Le sénateur d’Allier lui avait alors demandé: « Aujourd’hui la majorité des troupes russes est faite des soldats, en dehors des prisonniers sortis des prisons, qui ont été recrutés dans les minorités, et par conséquent, la majorité des morts qui reviennent dans les cercueils ne plomb, retournent en Daghestan, en Ingouchie, en Tchétchénie etc., Quelle est la situation aujourd’hui dans ces républiques? Est-ce qu’il y a la perspective de révoltes, du fait que l’armée est occupée en Ukraine, comme par exemple, la révolte tchétchène dans les années 1990 ? Et plus généralement, comment définissez-vous la situation de ces république, est-ce que c’est une situation coloniale, ou est-ce qu’il y a quelque chose de plus compliqué auquel nous, les Français, qui sont traditionnellement colonialistes ne sont pas sensibles? ».

M Kara-Murza s’est empressée de citer une « collègue militante des droits de l’homme » sans la nommer : « Elle a beaucoup parlé avec des prisonniers de guerre, de deux cotés, donc elle a parlé beaucoup avec des prisonniers de guerre ukrainiens qui ont été libérés de la Russie et avec des prisonniers de guerre russes qui sont actuellement en Ukraine.
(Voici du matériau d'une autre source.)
/**
 * Interstice's colours for 3D and 2D drawings (docs/look-and-words.md). A status is never
 * colour alone: each also has a surface pattern and a word.
 */
import type { FitStatus, WorldBoxKind } from '$lib/geometry';
import type { PreviewRole } from './preview-boxes';
import { STATUS_FILL, STATUS_MARK, byStatus } from '$lib/builds/drawing-style';

/** Edges on the dark 3D ground: lighter than each fill. */
const SCREEN_EDGE: Record<FitStatus, string> = {
	clear: '#7fdcc3',
	tight: '#9c6f0e',
	blocked: '#c9b0f2',
	collides: '#ff9a7a',
	outside: '#434d5c'
};

export const STATUS_STYLE = byStatus((s) => ({
	color: STATUS_FILL[s],
	edge: SCREEN_EDGE[s],
	...STATUS_MARK[s]
}));

/** Structure: walls, dividers, brackets and mount plates in the graphite ground, the divider in brass. */
export const STRUCTURE_STYLE: Record<
	Exclude<WorldBoxKind, 'body' | 'keepout'>,
	{ color: string; opacity: number }
> = {
	wall: { color: '#5c6778', opacity: 0.18 },
	divider: { color: '#c1964a', opacity: 0.85 },
	bracket: { color: '#aab3c0', opacity: 0.9 },
	/** A mount's adapter plate or standoff layer: structure, a little lighter than a bracket. */
	plate: { color: '#8a94a3', opacity: 0.7 }
};

export const KEEPOUT_STYLE = { color: '#d5dae1', opacity: 0.1 };
export const INTERFERENCE_COLOR = '#ff5a36';
export const GROUND = '#12161c';
export const ACCENT = '#c1964a';

/** Catalogue previews: structure as in the build view, allowed positions and travel as ghosts. */
export const PREVIEW_STYLE: Record<
	PreviewRole,
	{ color: string; opacity: number; dashed?: boolean }
> = {
	wall: { color: '#5c6778', opacity: 0.22 },
	'wall-mesh': { color: '#7f8b9c', opacity: 0.08, dashed: true },
	divider: { color: '#c1964a', opacity: 0.85 },
	'divider-ghost': { color: '#e2c07d', opacity: 0.12, dashed: true },
	bracket: { color: '#aab3c0', opacity: 0.9 },
	'bracket-travel': { color: '#aab3c0', opacity: 0.07, dashed: true },
	mount: { color: '#2e9d83', opacity: 0.06, dashed: true },
	body: { color: '#aab3c0', opacity: 0.92 },
	keepout: { color: '#d5dae1', opacity: 0.14, dashed: true },
	'keepout-warning': { color: '#e0a526', opacity: 0.1, dashed: true }
};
Elle m’a dit qu’il y a une autre raison pour laquelle le ministère russe de la défense prend tellement de représentants de ces minorités nationales : parce que ces prisonniers, apparemment, disent que s’est psychologiquement vraiment difficile pour les Russes de tuer des Ukrainiens. Parce qu’on est les mêmes, on est les mêmes… On a presque la même langue, la même religion, et on a des siècles et des siècles de l’histoire commune. Mais si c’est quelqu’un qui vient d’une autre culture, c’est plus facile. » Le politicien de l’opposition a ajouté qu’il n’avait jamais pensé au critère ethnique pour le recrutement dans l’armée russe, car il pensait que les soldats partaient à la guerre « pour des raisons économiques ».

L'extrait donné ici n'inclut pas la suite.